Of course there are other smells closely associated with hunting. Waxed cotton has an oddly sweet aroma, kind of like a sugary box of crayons. Leather doesn't smell like anything but leather. Certain things smell like leather, not the other way around. The same is true of skunk. And then there is the quail. If I had to choose one word to attach to the scent of a bobwhite, it would be wild. Not reckless or uncontrollable wild, but outdoors and a part of nature wild. They don't have the barnyard smell of some birds or the clean, wind-washed smell of others; they smell like a creature that lives between woods and fields, an amalgam of all that grows in their country. That's one small part of their appeal.

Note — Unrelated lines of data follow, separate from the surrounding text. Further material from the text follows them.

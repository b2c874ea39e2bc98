import type { describeRoutes } from "./describeRoutes.js";
import type { DoubtfulPlace } from "./doubtfulPlaces.js";

/** The route map in words for screen readers, in `target`: each route's stops in order, the unassigned stops and the doubtful places. */
export function renderMapText(
  target: HTMLElement,
  words: ReturnType<typeof describeRoutes>,
  depots: readonly string[],
  doubtful: readonly DoubtfulPlace[],
): void {
  const heading = document.createElement("p");
  heading.textContent = `Route map in words: ${words.routes.length} route${words.routes.length === 1 ? "" : "s"}; depots: ${[...new Set(depots)].join(", ")}.`;
  const list = document.createElement("ul");
  for (const r of words.routes) {
    const li = document.createElement("li");
    const ol = document.createElement("ol");
    ol.append(
      ...r.stops.map((s) => {
        const item = document.createElement("li");
        item.textContent = s;
        return item;
      }),
    );
    li.append(r.summary, ol);
    list.append(li);
  }
  const nodes: HTMLElement[] = [heading, list];
  if (words.unassigned.length > 0) {
    const un = document.createElement("ul");
    un.append(
      ...words.unassigned.map((s) => {
        const item = document.createElement("li");
        item.textContent = s;
        return item;
      }),
    );
    nodes.push(un);
  }
  if (doubtful.length > 0) {
    const note = document.createElement("p");
    note.textContent = `Doubtful address matches, marked with a dashed ring and a question mark: ${doubtful.length}.`;
    const list = document.createElement("ul");
    list.className = "doubtful";
    list.append(
      ...doubtful.map((d) => {
        const item = document.createElement("li");
        item.textContent = `${d.name} (${d.cell}): ${d.match}`;
        return item;
      }),
    );
    nodes.push(note, list);
  }
  target.replaceChildren(...nodes);
}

I've never been overly apt at describing tastes and smells, a writer's handicap to be sure. It's similar to describing the different flavors present in a wine. If an aficionado tells me that there are cherries or butter or chocolate present in a wine, I have little trouble tasting them, but left to my own devices, I have to run through a list of flavors, asking myself "Do I taste cherries? Do I taste vanilla? Do I taste peaches?" A time-consuming process to be sure, and not very practical with hunting paraphernalia. Lack of descriptive skills aside, I do know the smell of Hoppes or leather or a wet dog when it tickles my nose. I also know that when my dog loads up after a romp through dew-laden summer grass, I'll be reminded of the last day of the season, and I'll be even more eager for the opener.